<<<<

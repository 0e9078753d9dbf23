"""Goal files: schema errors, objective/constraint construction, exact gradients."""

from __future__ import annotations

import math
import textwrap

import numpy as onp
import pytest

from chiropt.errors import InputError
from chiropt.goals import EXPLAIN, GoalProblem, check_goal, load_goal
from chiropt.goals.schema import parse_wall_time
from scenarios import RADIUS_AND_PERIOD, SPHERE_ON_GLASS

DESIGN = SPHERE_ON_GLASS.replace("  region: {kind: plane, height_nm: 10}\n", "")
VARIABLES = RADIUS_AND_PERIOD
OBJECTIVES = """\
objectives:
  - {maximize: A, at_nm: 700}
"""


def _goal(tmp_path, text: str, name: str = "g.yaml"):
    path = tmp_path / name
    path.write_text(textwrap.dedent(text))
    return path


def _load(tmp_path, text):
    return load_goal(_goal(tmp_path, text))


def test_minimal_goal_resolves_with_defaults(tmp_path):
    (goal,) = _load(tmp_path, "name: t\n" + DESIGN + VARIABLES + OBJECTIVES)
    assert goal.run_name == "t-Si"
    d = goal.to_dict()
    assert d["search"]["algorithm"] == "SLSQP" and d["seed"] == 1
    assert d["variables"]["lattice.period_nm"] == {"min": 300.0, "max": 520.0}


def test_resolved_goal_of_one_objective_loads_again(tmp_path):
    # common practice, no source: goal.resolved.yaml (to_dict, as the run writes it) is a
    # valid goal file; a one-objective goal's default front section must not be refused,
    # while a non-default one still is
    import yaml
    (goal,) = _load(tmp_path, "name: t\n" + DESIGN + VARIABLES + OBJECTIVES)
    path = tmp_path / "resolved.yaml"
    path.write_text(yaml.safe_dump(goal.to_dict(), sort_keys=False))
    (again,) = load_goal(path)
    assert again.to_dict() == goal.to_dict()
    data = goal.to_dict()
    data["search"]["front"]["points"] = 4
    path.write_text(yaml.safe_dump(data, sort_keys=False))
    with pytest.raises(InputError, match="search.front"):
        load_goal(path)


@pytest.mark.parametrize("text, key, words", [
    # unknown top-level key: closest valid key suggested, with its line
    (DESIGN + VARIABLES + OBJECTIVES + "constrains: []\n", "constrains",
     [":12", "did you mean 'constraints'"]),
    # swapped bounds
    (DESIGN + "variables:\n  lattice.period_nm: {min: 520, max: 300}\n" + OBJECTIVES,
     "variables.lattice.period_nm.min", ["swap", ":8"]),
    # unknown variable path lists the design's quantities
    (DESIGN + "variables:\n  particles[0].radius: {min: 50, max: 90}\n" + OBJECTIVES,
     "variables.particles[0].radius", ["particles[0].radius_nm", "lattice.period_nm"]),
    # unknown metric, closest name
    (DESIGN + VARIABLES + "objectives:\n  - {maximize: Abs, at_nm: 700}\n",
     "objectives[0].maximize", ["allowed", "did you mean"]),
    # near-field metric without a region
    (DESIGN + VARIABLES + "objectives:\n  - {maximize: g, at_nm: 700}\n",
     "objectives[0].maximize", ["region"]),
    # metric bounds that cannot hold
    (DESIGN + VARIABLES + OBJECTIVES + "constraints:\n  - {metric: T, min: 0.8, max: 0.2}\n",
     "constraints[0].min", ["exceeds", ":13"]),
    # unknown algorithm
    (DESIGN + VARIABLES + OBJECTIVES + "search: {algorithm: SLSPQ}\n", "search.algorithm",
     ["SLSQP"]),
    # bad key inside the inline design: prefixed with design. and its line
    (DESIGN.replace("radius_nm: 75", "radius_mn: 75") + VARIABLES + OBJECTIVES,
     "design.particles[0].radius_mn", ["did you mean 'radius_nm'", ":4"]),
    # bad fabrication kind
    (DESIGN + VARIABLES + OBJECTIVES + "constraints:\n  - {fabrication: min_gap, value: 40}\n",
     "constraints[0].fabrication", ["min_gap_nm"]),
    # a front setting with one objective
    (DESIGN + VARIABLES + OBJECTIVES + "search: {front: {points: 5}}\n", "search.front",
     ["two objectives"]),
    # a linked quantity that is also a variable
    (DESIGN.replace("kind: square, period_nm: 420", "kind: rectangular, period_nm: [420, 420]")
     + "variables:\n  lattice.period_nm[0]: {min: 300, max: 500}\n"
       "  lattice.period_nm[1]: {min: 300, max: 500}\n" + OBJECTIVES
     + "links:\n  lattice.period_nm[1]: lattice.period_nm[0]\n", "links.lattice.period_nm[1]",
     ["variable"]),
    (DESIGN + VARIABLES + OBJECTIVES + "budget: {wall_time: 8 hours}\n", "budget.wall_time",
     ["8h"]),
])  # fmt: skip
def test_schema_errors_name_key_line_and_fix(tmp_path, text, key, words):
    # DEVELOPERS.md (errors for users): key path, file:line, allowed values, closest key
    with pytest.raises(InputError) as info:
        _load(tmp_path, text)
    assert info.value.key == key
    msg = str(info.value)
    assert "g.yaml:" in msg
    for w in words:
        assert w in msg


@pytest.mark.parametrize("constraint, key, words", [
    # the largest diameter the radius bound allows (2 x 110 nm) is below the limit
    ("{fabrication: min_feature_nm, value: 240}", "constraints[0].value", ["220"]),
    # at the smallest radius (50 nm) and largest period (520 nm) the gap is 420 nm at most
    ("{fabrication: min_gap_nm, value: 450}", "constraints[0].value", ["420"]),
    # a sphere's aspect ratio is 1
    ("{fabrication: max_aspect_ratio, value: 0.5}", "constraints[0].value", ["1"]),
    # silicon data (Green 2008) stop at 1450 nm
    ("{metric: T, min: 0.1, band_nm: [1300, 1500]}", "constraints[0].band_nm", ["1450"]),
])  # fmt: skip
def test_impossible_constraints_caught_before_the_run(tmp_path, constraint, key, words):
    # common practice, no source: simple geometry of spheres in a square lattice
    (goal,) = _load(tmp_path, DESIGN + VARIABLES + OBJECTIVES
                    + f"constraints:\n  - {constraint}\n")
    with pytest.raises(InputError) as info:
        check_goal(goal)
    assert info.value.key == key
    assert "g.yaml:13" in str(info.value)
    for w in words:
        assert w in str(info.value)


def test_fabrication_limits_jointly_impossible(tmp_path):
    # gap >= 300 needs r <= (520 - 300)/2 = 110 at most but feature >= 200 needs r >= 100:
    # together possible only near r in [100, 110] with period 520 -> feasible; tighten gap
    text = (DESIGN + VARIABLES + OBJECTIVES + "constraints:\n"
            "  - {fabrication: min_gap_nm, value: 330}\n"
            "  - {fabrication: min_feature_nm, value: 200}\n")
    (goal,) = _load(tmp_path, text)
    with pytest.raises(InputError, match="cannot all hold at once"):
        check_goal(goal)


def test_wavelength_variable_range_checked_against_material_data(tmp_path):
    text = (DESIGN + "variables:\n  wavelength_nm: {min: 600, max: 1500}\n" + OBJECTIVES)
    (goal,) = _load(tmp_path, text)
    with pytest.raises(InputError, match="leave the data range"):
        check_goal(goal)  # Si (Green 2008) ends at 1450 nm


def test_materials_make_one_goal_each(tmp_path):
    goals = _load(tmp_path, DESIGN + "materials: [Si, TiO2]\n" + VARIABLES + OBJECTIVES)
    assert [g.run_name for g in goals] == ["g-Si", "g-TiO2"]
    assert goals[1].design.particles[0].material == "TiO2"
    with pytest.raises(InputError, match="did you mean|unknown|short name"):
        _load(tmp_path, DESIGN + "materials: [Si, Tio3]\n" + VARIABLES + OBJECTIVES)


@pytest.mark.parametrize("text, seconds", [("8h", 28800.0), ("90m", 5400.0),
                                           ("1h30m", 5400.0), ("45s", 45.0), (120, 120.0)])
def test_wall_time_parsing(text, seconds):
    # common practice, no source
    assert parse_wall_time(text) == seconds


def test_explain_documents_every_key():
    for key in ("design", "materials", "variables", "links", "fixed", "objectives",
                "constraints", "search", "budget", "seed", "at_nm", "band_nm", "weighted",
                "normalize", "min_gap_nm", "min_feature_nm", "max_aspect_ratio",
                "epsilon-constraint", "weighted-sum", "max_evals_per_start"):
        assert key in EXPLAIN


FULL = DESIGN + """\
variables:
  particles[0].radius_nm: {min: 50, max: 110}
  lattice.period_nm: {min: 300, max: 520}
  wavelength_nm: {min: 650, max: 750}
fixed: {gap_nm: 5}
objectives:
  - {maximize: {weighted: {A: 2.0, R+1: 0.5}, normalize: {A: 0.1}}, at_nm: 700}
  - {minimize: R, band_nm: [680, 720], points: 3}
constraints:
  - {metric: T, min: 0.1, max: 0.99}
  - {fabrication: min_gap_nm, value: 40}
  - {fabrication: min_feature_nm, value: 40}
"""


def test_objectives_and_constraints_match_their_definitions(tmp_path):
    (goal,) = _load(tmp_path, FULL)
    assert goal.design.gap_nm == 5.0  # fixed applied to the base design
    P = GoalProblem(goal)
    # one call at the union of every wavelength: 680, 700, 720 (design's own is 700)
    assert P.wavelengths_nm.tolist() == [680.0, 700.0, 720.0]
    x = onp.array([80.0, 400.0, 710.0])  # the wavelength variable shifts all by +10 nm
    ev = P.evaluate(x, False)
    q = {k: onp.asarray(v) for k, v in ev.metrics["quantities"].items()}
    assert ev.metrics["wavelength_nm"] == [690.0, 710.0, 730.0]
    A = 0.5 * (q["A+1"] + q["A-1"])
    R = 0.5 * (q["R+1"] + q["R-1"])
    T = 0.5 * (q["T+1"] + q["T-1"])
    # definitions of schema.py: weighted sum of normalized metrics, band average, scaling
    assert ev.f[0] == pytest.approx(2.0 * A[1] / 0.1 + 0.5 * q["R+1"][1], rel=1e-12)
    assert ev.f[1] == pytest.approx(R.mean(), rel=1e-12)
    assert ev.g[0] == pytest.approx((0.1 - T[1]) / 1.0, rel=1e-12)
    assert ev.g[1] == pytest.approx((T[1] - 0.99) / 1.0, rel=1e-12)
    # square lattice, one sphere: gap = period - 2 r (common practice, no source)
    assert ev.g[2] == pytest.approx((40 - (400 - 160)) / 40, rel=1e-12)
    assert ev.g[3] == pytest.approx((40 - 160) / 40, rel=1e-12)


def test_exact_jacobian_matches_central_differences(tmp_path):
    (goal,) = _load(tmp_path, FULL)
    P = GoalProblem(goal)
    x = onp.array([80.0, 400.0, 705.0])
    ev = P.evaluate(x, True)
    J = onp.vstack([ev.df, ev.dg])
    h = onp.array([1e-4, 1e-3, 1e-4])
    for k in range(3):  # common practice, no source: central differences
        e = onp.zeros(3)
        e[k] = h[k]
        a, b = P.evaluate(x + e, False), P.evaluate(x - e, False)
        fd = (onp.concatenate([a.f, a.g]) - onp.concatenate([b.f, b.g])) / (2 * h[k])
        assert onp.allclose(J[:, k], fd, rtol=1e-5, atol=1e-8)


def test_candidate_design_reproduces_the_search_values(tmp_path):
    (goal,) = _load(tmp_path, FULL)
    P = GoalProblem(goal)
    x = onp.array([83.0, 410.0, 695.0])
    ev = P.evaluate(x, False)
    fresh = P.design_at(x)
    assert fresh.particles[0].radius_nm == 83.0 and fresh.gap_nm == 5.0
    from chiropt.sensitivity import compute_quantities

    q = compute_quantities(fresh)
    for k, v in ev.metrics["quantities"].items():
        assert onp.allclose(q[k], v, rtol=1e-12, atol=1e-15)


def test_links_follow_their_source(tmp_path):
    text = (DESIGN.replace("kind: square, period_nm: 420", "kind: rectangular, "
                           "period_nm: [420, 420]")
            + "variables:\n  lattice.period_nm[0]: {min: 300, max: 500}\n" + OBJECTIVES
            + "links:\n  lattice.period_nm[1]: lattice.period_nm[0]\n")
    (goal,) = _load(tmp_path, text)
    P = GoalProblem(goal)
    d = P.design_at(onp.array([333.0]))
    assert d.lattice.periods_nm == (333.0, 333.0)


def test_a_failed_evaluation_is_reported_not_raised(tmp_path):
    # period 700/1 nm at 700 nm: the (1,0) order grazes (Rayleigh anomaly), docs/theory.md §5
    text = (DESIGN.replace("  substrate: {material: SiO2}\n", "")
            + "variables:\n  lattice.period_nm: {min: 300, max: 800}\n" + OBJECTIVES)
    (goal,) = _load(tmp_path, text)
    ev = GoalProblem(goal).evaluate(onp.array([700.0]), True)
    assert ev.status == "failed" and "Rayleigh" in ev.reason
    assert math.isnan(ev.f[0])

>>>>

• Problem to solve
All lines from the beginning of the listing through the one with "d = goal.to_dict()" are to be restated word for word, and only those.

• Exercise response
repository 0e9078753d9dbf23
"""Goal files: schema errors, objective/constraint construction, exact gradients."""

from __future__ import annotations

import math
import textwrap

import numpy as onp
import pytest

from chiropt.errors import InputError
from chiropt.goals import EXPLAIN, GoalProblem, check_goal, load_goal
from chiropt.goals.schema import parse_wall_time
from scenarios import RADIUS_AND_PERIOD, SPHERE_ON_GLASS

DESIGN = SPHERE_ON_GLASS.replace("  region: {kind: plane, height_nm: 10}\n", "")
VARIABLES = RADIUS_AND_PERIOD
OBJECTIVES = """\
objectives:
  - {maximize: A, at_nm: 700}
"""


def _goal(tmp_path, text: str, name: str = "g.yaml"):
    path = tmp_path / name
    path.write_text(textwrap.dedent(text))
    return path


def _load(tmp_path, text):
    return load_goal(_goal(tmp_path, text))


def test_minimal_goal_resolves_with_defaults(tmp_path):
    (goal,) = _load(tmp_path, "name: t\n" + DESIGN + VARIABLES + OBJECTIVES)
    assert goal.run_name == "t-Si"
    d = goal.to_dict()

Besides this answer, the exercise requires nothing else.